(Stored data entries)
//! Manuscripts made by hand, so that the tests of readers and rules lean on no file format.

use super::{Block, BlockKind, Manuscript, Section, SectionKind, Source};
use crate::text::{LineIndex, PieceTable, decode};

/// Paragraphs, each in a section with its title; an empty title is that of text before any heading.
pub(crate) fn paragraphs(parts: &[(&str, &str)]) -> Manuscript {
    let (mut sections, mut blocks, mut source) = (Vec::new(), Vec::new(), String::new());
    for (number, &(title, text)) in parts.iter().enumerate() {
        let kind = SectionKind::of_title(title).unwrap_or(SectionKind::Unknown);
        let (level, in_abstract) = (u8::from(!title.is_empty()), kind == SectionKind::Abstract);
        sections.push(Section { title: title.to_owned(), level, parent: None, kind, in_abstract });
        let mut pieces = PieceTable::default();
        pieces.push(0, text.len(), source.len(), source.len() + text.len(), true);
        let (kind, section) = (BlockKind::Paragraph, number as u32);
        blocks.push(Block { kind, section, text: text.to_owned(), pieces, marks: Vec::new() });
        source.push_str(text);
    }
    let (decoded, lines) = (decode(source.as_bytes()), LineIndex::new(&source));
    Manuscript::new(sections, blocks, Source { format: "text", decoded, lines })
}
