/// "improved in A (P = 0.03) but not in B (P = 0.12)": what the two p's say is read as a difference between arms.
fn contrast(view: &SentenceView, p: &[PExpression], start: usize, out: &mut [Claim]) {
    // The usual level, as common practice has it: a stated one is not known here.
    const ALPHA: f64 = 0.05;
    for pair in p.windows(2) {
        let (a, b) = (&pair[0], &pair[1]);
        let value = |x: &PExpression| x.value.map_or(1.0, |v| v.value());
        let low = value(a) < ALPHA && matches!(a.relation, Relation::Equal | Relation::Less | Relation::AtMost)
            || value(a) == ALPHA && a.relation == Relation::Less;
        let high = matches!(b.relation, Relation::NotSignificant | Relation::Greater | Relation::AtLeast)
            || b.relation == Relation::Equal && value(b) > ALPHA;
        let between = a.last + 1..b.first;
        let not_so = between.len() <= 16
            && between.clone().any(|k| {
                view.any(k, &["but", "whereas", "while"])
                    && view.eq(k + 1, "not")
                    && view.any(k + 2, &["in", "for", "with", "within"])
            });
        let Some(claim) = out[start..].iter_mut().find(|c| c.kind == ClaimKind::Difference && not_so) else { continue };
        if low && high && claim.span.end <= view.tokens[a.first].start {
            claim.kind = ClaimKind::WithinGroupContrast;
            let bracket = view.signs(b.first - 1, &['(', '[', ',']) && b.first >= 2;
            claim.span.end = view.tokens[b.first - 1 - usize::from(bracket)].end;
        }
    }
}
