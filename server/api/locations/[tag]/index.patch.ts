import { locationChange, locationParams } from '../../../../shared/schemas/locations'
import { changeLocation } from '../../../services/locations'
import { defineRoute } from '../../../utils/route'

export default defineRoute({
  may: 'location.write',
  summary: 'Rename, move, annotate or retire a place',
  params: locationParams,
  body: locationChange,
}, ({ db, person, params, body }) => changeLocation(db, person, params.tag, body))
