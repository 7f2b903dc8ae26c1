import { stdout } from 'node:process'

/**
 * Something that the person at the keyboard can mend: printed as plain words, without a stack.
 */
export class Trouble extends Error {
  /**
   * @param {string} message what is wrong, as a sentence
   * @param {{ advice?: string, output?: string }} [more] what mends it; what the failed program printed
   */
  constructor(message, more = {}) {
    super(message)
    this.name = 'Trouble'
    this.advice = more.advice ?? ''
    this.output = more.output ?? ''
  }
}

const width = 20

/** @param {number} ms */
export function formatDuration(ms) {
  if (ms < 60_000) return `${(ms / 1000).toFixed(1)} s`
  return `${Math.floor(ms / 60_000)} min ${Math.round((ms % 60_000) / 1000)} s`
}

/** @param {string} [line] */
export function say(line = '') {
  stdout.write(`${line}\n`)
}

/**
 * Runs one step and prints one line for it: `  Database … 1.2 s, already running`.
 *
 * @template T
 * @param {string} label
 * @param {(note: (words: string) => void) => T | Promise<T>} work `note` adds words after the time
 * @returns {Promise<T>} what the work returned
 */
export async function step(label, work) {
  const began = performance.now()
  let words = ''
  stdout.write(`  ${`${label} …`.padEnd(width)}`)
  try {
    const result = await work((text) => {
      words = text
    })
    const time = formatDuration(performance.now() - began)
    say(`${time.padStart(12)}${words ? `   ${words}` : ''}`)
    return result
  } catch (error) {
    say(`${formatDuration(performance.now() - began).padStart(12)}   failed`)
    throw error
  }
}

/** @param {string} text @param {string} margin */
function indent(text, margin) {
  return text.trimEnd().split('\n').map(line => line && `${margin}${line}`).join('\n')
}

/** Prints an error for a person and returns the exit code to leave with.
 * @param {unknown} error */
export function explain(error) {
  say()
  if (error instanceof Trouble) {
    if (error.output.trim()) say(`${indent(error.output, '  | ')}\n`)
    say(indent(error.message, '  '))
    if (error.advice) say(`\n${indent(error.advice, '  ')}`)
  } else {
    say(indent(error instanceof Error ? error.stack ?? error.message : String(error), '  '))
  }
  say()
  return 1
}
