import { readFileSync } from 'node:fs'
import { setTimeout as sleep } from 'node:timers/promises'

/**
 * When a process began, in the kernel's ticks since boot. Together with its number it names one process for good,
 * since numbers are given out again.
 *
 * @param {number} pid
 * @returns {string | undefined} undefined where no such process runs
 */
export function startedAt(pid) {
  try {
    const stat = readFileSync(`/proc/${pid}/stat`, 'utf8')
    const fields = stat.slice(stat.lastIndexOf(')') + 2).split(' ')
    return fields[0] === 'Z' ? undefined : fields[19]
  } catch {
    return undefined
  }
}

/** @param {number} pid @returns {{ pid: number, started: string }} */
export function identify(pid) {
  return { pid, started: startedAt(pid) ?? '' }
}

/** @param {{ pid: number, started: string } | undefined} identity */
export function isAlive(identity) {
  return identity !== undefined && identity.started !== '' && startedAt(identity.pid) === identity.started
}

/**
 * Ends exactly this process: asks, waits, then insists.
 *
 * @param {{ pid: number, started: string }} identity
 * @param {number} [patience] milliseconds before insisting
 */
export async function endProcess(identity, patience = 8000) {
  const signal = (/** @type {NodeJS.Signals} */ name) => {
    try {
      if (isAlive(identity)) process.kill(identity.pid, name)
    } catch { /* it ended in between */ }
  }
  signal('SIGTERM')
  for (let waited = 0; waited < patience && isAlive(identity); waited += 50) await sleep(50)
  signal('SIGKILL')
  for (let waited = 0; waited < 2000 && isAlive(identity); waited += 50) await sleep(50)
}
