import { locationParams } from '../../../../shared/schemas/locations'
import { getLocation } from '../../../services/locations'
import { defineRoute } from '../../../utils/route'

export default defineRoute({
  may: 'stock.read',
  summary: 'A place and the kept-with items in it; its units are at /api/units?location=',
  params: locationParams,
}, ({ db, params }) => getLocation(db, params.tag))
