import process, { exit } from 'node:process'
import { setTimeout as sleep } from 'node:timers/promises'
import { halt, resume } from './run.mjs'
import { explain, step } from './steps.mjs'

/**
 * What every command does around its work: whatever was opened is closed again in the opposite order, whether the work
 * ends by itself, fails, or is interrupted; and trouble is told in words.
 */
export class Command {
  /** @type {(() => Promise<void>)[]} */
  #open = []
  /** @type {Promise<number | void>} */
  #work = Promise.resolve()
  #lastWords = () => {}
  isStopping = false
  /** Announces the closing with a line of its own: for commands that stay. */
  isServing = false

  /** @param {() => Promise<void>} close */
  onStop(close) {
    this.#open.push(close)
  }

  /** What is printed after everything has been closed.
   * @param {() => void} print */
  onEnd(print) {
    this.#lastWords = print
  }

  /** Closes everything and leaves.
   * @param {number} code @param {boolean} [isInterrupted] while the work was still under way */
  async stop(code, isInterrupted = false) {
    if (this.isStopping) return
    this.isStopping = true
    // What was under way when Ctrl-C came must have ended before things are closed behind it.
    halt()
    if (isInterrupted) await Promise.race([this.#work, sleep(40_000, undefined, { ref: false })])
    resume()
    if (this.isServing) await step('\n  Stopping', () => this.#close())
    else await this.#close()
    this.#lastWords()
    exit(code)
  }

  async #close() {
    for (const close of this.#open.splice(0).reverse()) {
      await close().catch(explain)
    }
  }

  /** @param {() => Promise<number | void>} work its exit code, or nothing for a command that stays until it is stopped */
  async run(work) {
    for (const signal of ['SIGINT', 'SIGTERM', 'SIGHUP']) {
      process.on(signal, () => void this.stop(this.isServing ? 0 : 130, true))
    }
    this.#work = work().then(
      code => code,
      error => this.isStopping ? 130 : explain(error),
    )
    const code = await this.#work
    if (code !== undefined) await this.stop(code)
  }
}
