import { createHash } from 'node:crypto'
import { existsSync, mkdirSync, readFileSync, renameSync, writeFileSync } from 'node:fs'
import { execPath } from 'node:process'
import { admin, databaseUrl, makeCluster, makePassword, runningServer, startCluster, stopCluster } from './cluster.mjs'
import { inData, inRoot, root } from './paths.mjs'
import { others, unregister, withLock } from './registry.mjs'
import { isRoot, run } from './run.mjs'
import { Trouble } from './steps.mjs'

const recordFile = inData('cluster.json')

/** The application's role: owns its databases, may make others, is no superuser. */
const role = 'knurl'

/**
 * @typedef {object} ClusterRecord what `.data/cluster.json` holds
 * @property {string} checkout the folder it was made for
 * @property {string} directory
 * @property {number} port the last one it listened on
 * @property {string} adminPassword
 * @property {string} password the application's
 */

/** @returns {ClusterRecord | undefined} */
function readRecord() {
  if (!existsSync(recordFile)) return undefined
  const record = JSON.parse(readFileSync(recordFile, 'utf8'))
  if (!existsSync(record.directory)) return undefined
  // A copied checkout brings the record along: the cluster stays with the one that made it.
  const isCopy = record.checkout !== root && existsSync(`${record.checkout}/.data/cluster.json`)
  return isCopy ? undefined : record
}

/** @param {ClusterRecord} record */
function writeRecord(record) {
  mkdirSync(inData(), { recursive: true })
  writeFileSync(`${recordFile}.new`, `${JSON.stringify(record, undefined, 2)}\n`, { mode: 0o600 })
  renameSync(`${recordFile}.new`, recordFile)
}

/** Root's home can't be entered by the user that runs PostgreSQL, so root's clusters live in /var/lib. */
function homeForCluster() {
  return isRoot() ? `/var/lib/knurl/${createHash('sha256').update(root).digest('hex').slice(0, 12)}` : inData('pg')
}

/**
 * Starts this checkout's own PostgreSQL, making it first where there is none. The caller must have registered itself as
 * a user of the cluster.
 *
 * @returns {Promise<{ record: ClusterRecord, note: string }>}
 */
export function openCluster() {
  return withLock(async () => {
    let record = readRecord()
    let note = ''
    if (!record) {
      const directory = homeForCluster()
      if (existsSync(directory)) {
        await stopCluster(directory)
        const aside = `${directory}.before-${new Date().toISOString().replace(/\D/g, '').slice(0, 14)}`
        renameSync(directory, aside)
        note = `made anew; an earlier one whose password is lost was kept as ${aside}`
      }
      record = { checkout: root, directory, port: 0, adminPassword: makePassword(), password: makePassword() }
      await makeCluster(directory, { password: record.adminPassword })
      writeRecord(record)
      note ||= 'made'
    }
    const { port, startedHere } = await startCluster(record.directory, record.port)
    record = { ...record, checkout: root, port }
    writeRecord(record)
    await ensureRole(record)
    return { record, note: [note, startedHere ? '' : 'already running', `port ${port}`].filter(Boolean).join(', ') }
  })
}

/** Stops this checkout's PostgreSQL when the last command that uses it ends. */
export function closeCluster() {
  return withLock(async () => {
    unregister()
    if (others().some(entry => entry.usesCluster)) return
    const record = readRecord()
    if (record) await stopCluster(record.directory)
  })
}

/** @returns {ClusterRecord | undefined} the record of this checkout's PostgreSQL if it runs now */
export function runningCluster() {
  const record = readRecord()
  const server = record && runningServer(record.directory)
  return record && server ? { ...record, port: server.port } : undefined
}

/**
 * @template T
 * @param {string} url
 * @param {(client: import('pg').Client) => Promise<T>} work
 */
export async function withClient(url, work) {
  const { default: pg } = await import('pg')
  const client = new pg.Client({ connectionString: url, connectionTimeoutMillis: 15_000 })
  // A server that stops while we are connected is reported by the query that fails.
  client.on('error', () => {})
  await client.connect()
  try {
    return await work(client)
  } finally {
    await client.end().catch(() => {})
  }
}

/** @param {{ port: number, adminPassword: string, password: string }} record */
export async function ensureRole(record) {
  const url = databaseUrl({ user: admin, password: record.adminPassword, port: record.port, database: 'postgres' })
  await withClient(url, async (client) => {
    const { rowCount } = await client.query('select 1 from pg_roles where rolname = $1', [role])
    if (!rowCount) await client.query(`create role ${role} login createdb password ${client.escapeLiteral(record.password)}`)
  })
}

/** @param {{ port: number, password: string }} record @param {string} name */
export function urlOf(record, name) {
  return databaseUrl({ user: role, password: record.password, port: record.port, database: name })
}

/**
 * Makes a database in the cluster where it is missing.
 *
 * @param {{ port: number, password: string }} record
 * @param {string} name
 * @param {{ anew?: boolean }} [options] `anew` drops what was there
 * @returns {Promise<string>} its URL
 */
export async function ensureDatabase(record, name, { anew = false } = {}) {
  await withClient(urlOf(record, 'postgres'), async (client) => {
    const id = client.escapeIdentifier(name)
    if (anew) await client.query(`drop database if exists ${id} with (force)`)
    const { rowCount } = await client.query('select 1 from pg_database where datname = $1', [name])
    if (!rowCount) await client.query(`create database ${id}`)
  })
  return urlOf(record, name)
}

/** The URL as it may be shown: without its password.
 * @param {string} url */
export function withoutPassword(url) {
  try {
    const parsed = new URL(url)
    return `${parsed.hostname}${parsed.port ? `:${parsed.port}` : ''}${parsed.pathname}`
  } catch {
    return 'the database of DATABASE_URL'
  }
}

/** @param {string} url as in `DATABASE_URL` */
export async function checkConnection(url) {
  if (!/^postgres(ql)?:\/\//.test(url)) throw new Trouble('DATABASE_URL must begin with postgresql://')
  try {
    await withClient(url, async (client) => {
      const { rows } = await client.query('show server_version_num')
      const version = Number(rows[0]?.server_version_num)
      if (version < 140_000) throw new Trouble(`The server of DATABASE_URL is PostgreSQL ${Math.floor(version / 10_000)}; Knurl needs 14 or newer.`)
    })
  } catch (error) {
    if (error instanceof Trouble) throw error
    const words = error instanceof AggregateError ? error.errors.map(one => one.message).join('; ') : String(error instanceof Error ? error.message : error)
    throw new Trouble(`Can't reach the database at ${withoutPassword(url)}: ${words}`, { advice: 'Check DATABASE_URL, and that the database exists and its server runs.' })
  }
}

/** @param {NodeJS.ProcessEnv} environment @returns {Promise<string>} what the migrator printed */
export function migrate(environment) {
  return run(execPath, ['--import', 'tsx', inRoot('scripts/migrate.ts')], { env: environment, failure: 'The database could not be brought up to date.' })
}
---
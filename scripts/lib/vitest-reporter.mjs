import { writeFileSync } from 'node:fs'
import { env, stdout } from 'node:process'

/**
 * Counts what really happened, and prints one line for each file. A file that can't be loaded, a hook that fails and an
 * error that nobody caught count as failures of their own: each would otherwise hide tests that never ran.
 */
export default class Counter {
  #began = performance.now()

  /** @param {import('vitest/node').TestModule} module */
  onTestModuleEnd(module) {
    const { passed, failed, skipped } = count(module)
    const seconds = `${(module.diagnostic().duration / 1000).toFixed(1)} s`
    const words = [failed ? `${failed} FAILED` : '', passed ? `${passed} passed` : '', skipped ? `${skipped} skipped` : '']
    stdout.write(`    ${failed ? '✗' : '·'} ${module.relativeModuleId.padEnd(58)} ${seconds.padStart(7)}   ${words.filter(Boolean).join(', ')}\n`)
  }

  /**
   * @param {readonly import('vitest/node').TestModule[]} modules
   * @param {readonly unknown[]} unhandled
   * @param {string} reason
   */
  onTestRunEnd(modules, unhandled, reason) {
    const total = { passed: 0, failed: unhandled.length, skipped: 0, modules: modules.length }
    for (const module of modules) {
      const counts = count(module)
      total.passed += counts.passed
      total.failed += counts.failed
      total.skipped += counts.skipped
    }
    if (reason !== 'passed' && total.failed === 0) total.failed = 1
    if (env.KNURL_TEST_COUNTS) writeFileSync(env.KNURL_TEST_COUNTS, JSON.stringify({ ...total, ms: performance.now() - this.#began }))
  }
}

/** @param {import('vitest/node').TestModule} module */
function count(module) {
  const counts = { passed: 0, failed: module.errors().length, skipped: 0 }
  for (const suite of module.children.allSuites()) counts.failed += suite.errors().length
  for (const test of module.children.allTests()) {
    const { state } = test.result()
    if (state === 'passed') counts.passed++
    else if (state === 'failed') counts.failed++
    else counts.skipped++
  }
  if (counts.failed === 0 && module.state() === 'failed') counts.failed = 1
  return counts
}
* * *
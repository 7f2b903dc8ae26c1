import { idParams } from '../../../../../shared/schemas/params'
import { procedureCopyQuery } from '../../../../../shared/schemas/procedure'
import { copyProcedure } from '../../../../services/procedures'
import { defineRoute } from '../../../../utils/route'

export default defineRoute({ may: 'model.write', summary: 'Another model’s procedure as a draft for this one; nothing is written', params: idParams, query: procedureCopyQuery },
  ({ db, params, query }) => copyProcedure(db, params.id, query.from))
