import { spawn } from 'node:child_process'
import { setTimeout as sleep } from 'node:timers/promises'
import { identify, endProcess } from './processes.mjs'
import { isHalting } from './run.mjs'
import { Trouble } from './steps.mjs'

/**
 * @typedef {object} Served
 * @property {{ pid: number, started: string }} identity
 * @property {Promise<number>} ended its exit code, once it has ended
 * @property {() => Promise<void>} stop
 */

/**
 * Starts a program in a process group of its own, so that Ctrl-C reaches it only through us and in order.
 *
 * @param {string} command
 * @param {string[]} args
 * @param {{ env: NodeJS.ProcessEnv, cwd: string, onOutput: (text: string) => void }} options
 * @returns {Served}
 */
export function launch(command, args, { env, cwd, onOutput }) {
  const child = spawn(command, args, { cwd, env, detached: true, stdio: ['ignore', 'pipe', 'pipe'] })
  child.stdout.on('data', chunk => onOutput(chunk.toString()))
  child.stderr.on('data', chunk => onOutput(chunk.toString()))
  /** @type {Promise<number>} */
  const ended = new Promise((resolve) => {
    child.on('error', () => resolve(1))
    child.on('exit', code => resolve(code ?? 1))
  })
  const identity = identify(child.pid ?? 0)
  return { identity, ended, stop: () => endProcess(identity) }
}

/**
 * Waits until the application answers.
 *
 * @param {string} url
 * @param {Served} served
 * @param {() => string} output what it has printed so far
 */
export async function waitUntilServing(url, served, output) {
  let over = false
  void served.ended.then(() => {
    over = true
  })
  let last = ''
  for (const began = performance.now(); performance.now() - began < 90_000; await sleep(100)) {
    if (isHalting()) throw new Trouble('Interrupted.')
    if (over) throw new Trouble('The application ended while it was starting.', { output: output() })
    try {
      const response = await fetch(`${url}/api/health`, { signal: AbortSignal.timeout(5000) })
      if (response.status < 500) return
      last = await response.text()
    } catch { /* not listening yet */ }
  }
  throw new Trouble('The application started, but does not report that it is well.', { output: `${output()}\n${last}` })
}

Aim of the task:
Scan the lines above for "modules", then copy every one that has it.

Finished task:
   * @param {readonly import('vitest/node').TestModule[]} modules
  onTestRunEnd(modules, unhandled, reason) {
    const total = { passed: 0, failed: unhandled.length, skipped: 0, modules: modules.length }
    for (const module of modules) {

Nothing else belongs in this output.